In 1963, Dr. Martin Luther King Jr. shared with the world his dream of a colorblind society — one that focuses on his children’s character, not on their complexion. America has come closer to realizing King’s vision. But segregation and discrimination remain.

The personal-finance website WalletHub measured the gaps between blacks and whites across 23 indicators of equality and integration in each of the 50 states and the District of Columbia. The data set ranges from median annual income to standardized-test scores to voter turnout.

The report examines the differences between only blacks and whites in light of the high-profile cases that sparked the Black Lives Matter movement and the holiday honoring King, who played a prominent role in the civil rights movement to end segregation and discrimination against blacks.

One ranking measures the current integration levels of whites and blacks. South Carolina ranks 34th.

Breaking that down, the state is 24th in employment and wealth, and 19th in social and civic engagement, but 44th in education and 47th in health.

In a separate ranking of states’ racial progress levels achieved over time, South Carolina is 21st: No. 9 in employment and wealth, No. 34 in education, No. 14 in social and civic engagement, and No. 36 in health.

For the record, the states that rank highest as most racially integrated are Hawaii, New Mexico, Kentucky, Arizona and Texas. The worst is District of Columbia, followed by Wisconsin, Minnesota, Vermont and South Dakota. Among South Carolina’s neighbors, Georgia is No. 11 and North Carolina is 18th.

In progress over time, Wyoming is best, followed by Texas, Georgia, New Mexico and Maryland. North Carolina ranks 14th. Maine is last.

So what should be taken away from the report on Martin Luther King Jr.’s birthday and 50 years after his death in 1968?

The world is a very different place with measures of race relations and racism different than a half-century ago. As the narrative accompanying the WalletHub survey states: “It’s important to recognize the racial harmony we’ve achieved — in our workplaces, in our schools, in our voting booths.”

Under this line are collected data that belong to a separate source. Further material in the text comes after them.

/** What has to be known to read the limits: what is counted how, and of what kind the figures are. */
function readingOfLimits({ limits, horizon, bands, tails }: Breakdown): readonly string[] {
  const has = (...measures: readonly LimitState['limit']['measure'][]): boolean =>
    limits.some(({ limit }) => measures.includes(limit.measure))
  return [
    'The status follows the figure alone. Headroom and use are counted to the hard limit, or to the soft one where there is no other.',
    typeof bands === 'string'
      ? ''
      : 'Within estimation error: the 95% band of the figure holds one of its limits, so that the status might be another.',
    has('weight') ? 'Weights are taken without their signs; that of a group is its net weight.' : '',
    has('volatility', 'tracking error', 'contribution to risk', 'stand-alone risk')
      ? `Volatility, tracking error, contributions and stand-alone risk are ${horizon === 'a year' ? 'by the year' : 'per period'}.`
      : '',
    has('value at risk', 'expected shortfall') && typeof tails !== 'string'
      ? `Value at risk and expected shortfall: ${tails.label}.`
      : '',
  ].filter((sentence) => sentence !== '')
}

function addTails(
  rows: Rows,
  breakdown: Breakdown,
  { risk, label, method, errorNote, partsWithheld, difference }: Tails,
): void {
  const { decomposition: d, names, sharesWithheld } = breakdown
  rows.blank()
  rows.add([text(`Large losses: ${label}`, 'section')])
  rows.figure('Value at risk', number(risk.valueAtRisk, PERCENT), `${method}.`)
  if (risk.standardError !== null)
    rows.figure('Standard error of value at risk', number(risk.standardError, PERCENT), capital(errorNote))
  if (risk.shortfall !== null) rows.figure('Expected shortfall', number(risk.shortfall, PERCENT))
  // one row whatever it says: a new weight must not move the rows below
  rows.add([text(partsWithheld ?? difference ?? '', 'note')])
  const { parts, shares } = risk
  if (parts === null) return
  rows.row(
    [text('Holding', 'head')],
    {
      weight: WEIGHT,
      'stand-alone': 'Contribution to expected shortfall',
      marginal: 'Share of expected shortfall',
      contribution: 'Share of risk (volatility)',
    },
    '',
    'head',
  )
  const part = (value: number | undefined, format: string): TableCell =>
    partsWithheld === null ? number(value, format) : text(WITHHELD)
  names.forEach((name, i) =>
    rows.row(
      [text(name)],
      {
        weight: number(d.weights[i], PERCENT),
        'stand-alone': part(parts[i], PERCENT),
        marginal: part(shares?.[i], SHARE),
        contribution: shareCell(d.share?.[i], sharesWithheld, d.share !== null),
      },
      '',
    ),
  )
  rows.row(
    [text('Total', 'total')],
    {
      weight: number(breakdown.net, PERCENT, 'total'),
      'stand-alone': number(sumOf(parts), PERCENT, 'total'),
      marginal: number(shares && sumOf(shares), SHARE, 'total'),
      contribution: shareCell(d.share && 1, sharesWithheld, d.share !== null, 'total'),
    },
    '',
    'total',
  )
}

function addActive(rows: Rows, active: Active, horizon: string): void {
  const { risk, names, weights, benchmark, sharesWithheld } = active
  rows.blank()
  rows.add([text(`Against the benchmark: ${active.label}`, 'section')])
  rows.figure(
    `Tracking error (ex ante) ${horizon}`,
    number(risk.trackingError, PERCENT),
    `Parts by ${risk.convention}`,
  )
  rows.figure('Volatility of the benchmark', number(risk.benchmarkVolatility, PERCENT))
  rows.figure('Beta to the benchmark', number(risk.beta, RATIO))
  rows.figure('Correlation with the benchmark', number(risk.correlation, RATIO))
  rows.add([text(sharesWithheld ?? '', 'note')])
  rows.row(
    [text('Holding', 'head')],
    {
      weight: WEIGHT,
      'stand-alone': 'Benchmark weight',
      marginal: 'Active weight',
      contribution: 'Contribution to tracking error',
      share: 'Share of tracking error',
    },
    '',
    'head',
  )
  const share = (value: number | null | undefined, mark?: Mark): TableCell =>
    shareCell(value, sharesWithheld, risk.share !== null, mark)
  names.forEach((name, i) =>
    rows.row(
      [text(name)],
      {
        weight: number(weights[i], PERCENT),
        'stand-alone': number(benchmark[i], PERCENT),
        marginal: number((weights[i] ?? 0) - (benchmark[i] ?? 0), PERCENT),
        contribution: number(risk.contribution[i], PERCENT),
        share: share(risk.share?.[i]),
      },
      '',
    ),
  )
  if (risk.convention === 'benchmark-relative returns')
    rows.row(
      [text('Net active weight')],
      {
        marginal: number(risk.netWeight, PERCENT),
        contribution: number(risk.netContribution, PERCENT),
        share: share(risk.netShare),
      },
      'Sum of active weights at the benchmark’s return',
    )
  rows.row(
    [text('Total', 'total')],
    {
      weight: number(sumOf(weights), PERCENT, 'total'),
      'stand-alone': number(sumOf(benchmark), PERCENT, 'total'),
      marginal: number(risk.netWeight, PERCENT, 'total'),
      contribution: number(sumOf(risk.contribution) + risk.netContribution, PERCENT, 'total'),
      share: share(risk.share && 1, 'total'),
    },
    '',
    'total',
  )
}
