export interface ChangeResult {
  /**
   * "met": all limits hold, and no small further move would change less. "not found": some limit is still over at the best point that was
   * found. "stopped": the bound on iterations was reached before either was certain; the residuals say which limits hold.
   */
  readonly status: 'met' | 'not found' | 'stopped'
  /** "met": that no smaller change exists. "not found": that no weights meet all limits. False: unknown. */
  readonly proven: boolean
  readonly weights: Float64Array
  /** Sum of absolute changes of all positions. */
  readonly change: number
  /** One way: the larger of what is bought and what is sold; change / 2 where the sum of weights is kept. */
  readonly turnover: number
  /** What was minimised: `change`, without that of a chosen financing position. */
  readonly minimised: number
  /** No weights that meet all limits can have less of what was minimised; often well below what can be reached. */
  readonly leastPossible: number
  /** For each limit, in their order. */
  readonly residuals: readonly LimitResidual[]
  /** What is left over turnover's cap and the sum that is kept; 0, or rounding. */
  readonly turnoverExcess: number
  readonly sumError: number
  /** How far the weights are from a stationary point: what a small move would still save, a unit of its largest weight change. */
  readonly stationarity: number
  /** What one unit more of each limit would save of what was minimised, to first order; 0 where a limit does not bind. */
  readonly savings: Float64Array
  /** Linear programs that were solved. */
  readonly iterations: number
  /** A sentence. */
  readonly method: string
  /** What is known of the result; a sentence or two. */
  readonly note: string
}

/** A change of a weight below this is none. */
const NO_CHANGE = 1e-9
const STATIONARY = 1e-7
const MOST_ITERATIONS = 150
const MOST_CUTS = 80
/** From where else the search begins where the first end may not be the best. */
const MOST_STARTS = 4
const MOST_PUSHED = 6
/** Multiplications in linear programs (some seconds) after which no other start is made, and after which all ends. */
const ENOUGH_WORK = 2e8
const MOST_WORK = 2e10
/** Newton steps solve dense equations of as many unknowns. */
const MOST_FREE = 250

/** A book with its limits, and what the search has taken so far. */
interface Search extends LimitedBook {
  /** Linear programs, and multiplications in them. */
  readonly effort: { programs: number; work: number }
}

/**
 * The smallest total change of weights that meets all limits: a proposal to look at, no advice.
 *
 *   minimise sum |w_i - w0_i|  over  g_k(w) <= L_k,  lower <= w <= upper,  the sum of w kept (or not),  turnover <= its cap
 *
 * The sum of absolute changes is minimised because few positions move then. A sequence of linear programs in a trust region finds which limits bind and which
 * positions move; Newton steps on the conditions of a stationary point finish. Limits are added as they come into play. Points are taken or
 * refused by a filter of what is over the limits and of what changes. The search is begun from several points; the best end is returned.
 *
 * Volatility, stand-alone risk, tracking error and weight have convex limits: under them alone a stationary point is the smallest change of all, and cutting
 * planes prove it. Shares and contributions are not convex: there the result is a local optimum, and `leastPossible` a bound that ignores those limits.
 *
 * Limits are aimed at from `LIMIT_MARGIN` below. Weights that change by less than 1e-9 come back bit for bit.
 *
 * @param model   n positions
 * @returns       yields the share done; not finding any is in the result
 * @throws Fault  "shape" | "not-a-number" | "negative-variance" | "out-of-range" (bounds that cross, members, a negative turnover, a matrix with variances too
 *                large) | "unknown-choice" | "missing-data" (a limit on tracking error without benchmark) | "zero-risk" (limits on shares of a book without risk)
 * @source        Fletcher & Sainz de la Maza (1989), Nonlinear programming and nonsmooth optimization by successive linear programming,
 *                Mathematical Programming 43, 235-256; Chin & Fletcher (2003), On the global convergence of an SLP-filter algorithm that takes EQP steps,
 *                Mathematical Programming 96, 161-177; cutting planes: Kelley (1960), J. SIAM 8(4), 703-712 (all from memory)
 * @cost          a linear program and a few passes of the model for each of some tens of iterations, from a handful of starting points
 * @example       inOneGo(smallestChange(matrixModel(Float64Array.of(.04, 0, 0, .04), 2), { weights: Float64Array.of(.6, .4), limits: [{ measure: 'share', members: Int32Array.of(0), most: .5 }], financing: { kind: 'book' } })).weights // [0.5, 0.5]
 */
export function* smallestChange(model: RiskModel, problem: ChangeProblem): Generator<number, ChangeResult> {
  const search: Search = { ...limitedBook(model, problem), effort: { programs: 0, work: 0 } }
  const { origin } = search
  const here = pointAt(search, origin)
  const boundsHold = origin.every((w, i) => w >= search.lower[i]! && w <= search.upper[i]!)
  if (boundsHold && limitsHold(search, here)) {
    return resultOf(search, {
      status: 'met',
      proven: true,
      point: here,
      bound: 0,
      stationarity: 0,
      savings: new Float64Array(search.limits.length),
      starts: 0,
      note: "All limits hold at today's weights.",
    })
  }
  yield 0

  const first = yield* partOf(linearStep(search, [], null, Infinity), 0, 0)
  if (first.hardExcess > NO_CHANGE) {
    return resultOf(search, {
      status: 'not found',
      proven: true,
      point: here,
      bound: Infinity,
      stationarity: Infinity,
      savings: new Float64Array(search.limits.length),
      starts: 0,
      note: 'The bounds, the sum of weights and the turnover leave no weights at all; the figures are those of today.',
    })
  }

  let best = yield* descend(search, first.weights, 0, 0.3)
  let starts = 1
  const moved = movedIn(search, best)
  const outer = yield* partOf(outerBound(search, best.point), 0.3, 0.4)
  const contradiction =
    outer.contradiction ?? ((yield* partOf(sharesContradict(search), 0.4, 0.4)) ? SHARES_CONTRADICT : null)
  const done = () =>
    contradiction !== null ||
    search.effort.work > ENOUGH_WORK ||
    (best.point.over <= FEASIBLE && best.point.change <= outer.bound * (1 + 1e-7) + 1e-12)
  function* alsoFrom(start: Float64Array, from: number, to: number): Generator<number, void> {
    const ended = yield* descend(search, start, from, to - from)
    starts++
    movedIn(search, ended).forEach((by, i) => (moved[i]! += by))
    if (better(ended, best)) best = ended
  }
  for (let k = 0; k < MOST_STARTS && !done(); k++) {
    const [from, to] = [0.4 + (0.3 * k) / MOST_STARTS, 0.4 + (0.3 * (k + 1)) / MOST_STARTS]
    const start =
      k === 0 && outer.weights
        ? outer.weights
        : yield* partOf(elsewhere(search, first.weights, moved), from, from)
    yield* alsoFrom(start, from, to)
  }
  const order = done() ? [] : mostTelling(search, first.weights).slice(0, MOST_PUSHED)
  for (let k = 0; k < 2 * order.length && !done(); k++) {
    const [from, to] = [0.7 + (0.15 * k) / order.length, 0.7 + (0.15 * (k + 1)) / order.length]
    const start = yield* partOf(pushed(search, order[k >> 1]!, k % 2 === 0), from, from)
    if (start) yield* alsoFrom(start, from, to)
  }

  const point = polished(search, best.point)
  const holds = limitsHold(search, point)
  // limits that do not bind might as well not be there, convex or not
  const convex = best.stationary && search.limits.every((limit, k) => limit.convex || best.savings[k] === 0)
  const smallest = holds && (convex || point.change <= outer.bound * (1 + 1e-6) + NO_CHANGE)
  return resultOf(search, {
    status: holds
      ? best.stationary || smallest
        ? 'met'
        : 'stopped'
      : best.stopped && contradiction === null
        ? 'stopped'
        : 'not found',
    proven: holds ? smallest : contradiction !== null,
    point,
    bound: contradiction === null ? Math.min(outer.bound, holds ? point.change : Infinity) : Infinity,
    stationarity: best.stationarity,
    savings: best.savings,
    starts,
    note: noteOn(holds, best, smallest, contradiction),
  })
}

const SHARES_CONTRADICT = 'Shares of risk add up to 1; what these limits allow adds up to less.'

function noteOn(holds: boolean, best: Descent, smallest: boolean, contradiction: string | null): string {
  if (holds && smallest) return 'All limits hold; no smaller change meets them.'
  if (holds && best.stationary)
    return 'All limits hold; no smaller change was found nearby. Limits on shares of or contributions to risk can leave smaller ones elsewhere.'
  if (holds) return 'All limits hold; a smaller change may exist nearby: the search was stopped.'
  if (contradiction !== null) return contradiction
  if (best.stopped) return 'The search was stopped before all limits held.'
  return 'No weights that meet all limits were found; that there are none is not proven.'
}

// One step: the linear program of the limits in play ---------------------------------------------------------------------------------

/** A limit as a row: slope'w <= most, for w near where it was taken. */
interface Row {
  readonly slope: Float64Array
  readonly most: number
}

interface LinearStep {
  readonly weights: Float64Array
  readonly cost: number
  /** Left over of the rows; of the sum and the turnover. */
  readonly excess: number
  readonly hardExcess: number
  /** For each row. */
  readonly savings: Float64Array
  readonly capBinds: boolean
  readonly solved: LeastCost['status']
}

/** The smallest change within rows, bounds, sum and turnover, no weight further than a radius from where it is. */
function* linearStep(
  search: Search,
  rows: readonly Row[],
  centre: Float64Array | null,
  radius: number,
  prices: Float64Array = search.counts,
): Generator<number, LinearStep> {
  search.effort.programs++
  const { origin, lower, upper, cap, keepsSum } = search
  const n = origin.length
  const moving: number[] = []
  for (let i = 0; i < n; i++) if (lower[i]! < upper[i]!) moving.push(i)
  const capped = cap < Infinity
  const m = rows.length + (keepsSum ? 1 : 0) + (capped ? 2 : 0)
  const count = moving.length
  const columns = new Float64Array(2 * count * m)
  const costs = new Float64Array(2 * count)
  const low = new Float64Array(2 * count)
  const high = new Float64Array(2 * count)
  const most = new Float64Array(m)
  const equal = new Uint8Array(m)
  const first = new Uint8Array(m)
  const weights = origin.slice()
  let sumOfFixed = 0
  let bought = 0
  let sold = 0
  for (let i = 0; i < n; i++) {
    if (lower[i] !== upper[i]) continue
    weights[i] = lower[i]!
    sumOfFixed += lower[i]! - origin[i]!
    bought += Math.max(0, lower[i]! - origin[i]!)
    sold += Math.max(0, origin[i]! - lower[i]!)
  }
  rows.forEach(({ slope, most: limit }, r) => {
    // rows are of w, columns of changes up and down from today
    let left = limit
    for (let i = 0; i < n; i++) left -= slope[i]! * weights[i]!
    most[r] = left
  })
  const sumRow = keepsSum ? rows.length : -1
  // purchases; sales stand in the row behind
  const capRow = capped ? m - 2 : -1
  if (sumRow >= 0) {
    most[sumRow] = -sumOfFixed
    equal[sumRow] = first[sumRow] = 1
  }
  if (capRow >= 0) {
    most[capRow] = cap - bought
    most[capRow + 1] = cap - sold
    first[capRow] = first[capRow + 1] = 1
  }
  moving.forEach((i, at) => {
    const today = origin[i]!
    const floor = Math.max(lower[i]!, centre ? centre[i]! - radius : -Infinity) - today
    const ceiling = Math.min(upper[i]!, centre ? centre[i]! + radius : Infinity) - today
    low[at] = Math.max(0, floor)
    high[at] = Math.max(0, ceiling)
    low[count + at] = Math.max(0, -ceiling)
    high[count + at] = Math.max(0, -floor)
    costs[at] = costs[count + at] = prices[i]!
    const [up, down] = [at * m, (count + at) * m]
    for (let r = 0; r < rows.length; r++) {
      columns[up + r] = rows[r]!.slope[i]!
      columns[down + r] = -rows[r]!.slope[i]!
    }
    if (sumRow >= 0) {
      columns[up + sumRow] = 1
      columns[down + sumRow] = -1
    }
    if (capRow >= 0) columns[up + capRow] = columns[down + capRow + 1] = 1
  })
  const solved = yield* leastCost({ rows: m, columns, costs, lower: low, upper: high, most, equal, first })
  search.effort.work += solved.pivots * m * (2 * count + 2 * m)
  moving.forEach((i, at) => {
    const d = solved.x[at]! - solved.x[count + at]!
    weights[i] = Math.min(upper[i]!, Math.max(lower[i]!, origin[i]! + d))
  })
  let excess = 0
  let hardExcess = 0
  solved.excess.forEach((over, r) => {
    if (r < rows.length) excess += over
    else hardExcess += over
  })
  return {
    weights,
    cost: solved.cost,
    excess,
    hardExcess,
    savings: solved.savings.slice(0, rows.length),
    capBinds: capRow >= 0 && solved.savings[capRow]! + solved.savings[capRow + 1]! > 1e-9,
    solved: solved.status,
  }
}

But as the rankings indicate and people should realize without a study, the colorblind society envisioned by King remains a goal. In viewpoint alone, there is a tremendous gap between blacks and whites.

According to a survey by the Pew Research Center cited by WalletHub, 92 percent of blacks say “whites benefit a great deal or a fair amount from advantages that blacks do not have.” By contrast, only 46 percent of whites agree with that statement.

Whether perception is reality is not as important as addressing issues and problems. The WalletHub study only reinforces what South Carolinians and our leaders know from other measures: The education and health of the state’s people are not what they should be. Political divisions aside, finding common ground to make improvement is a priority and must be treated by our leaders as such.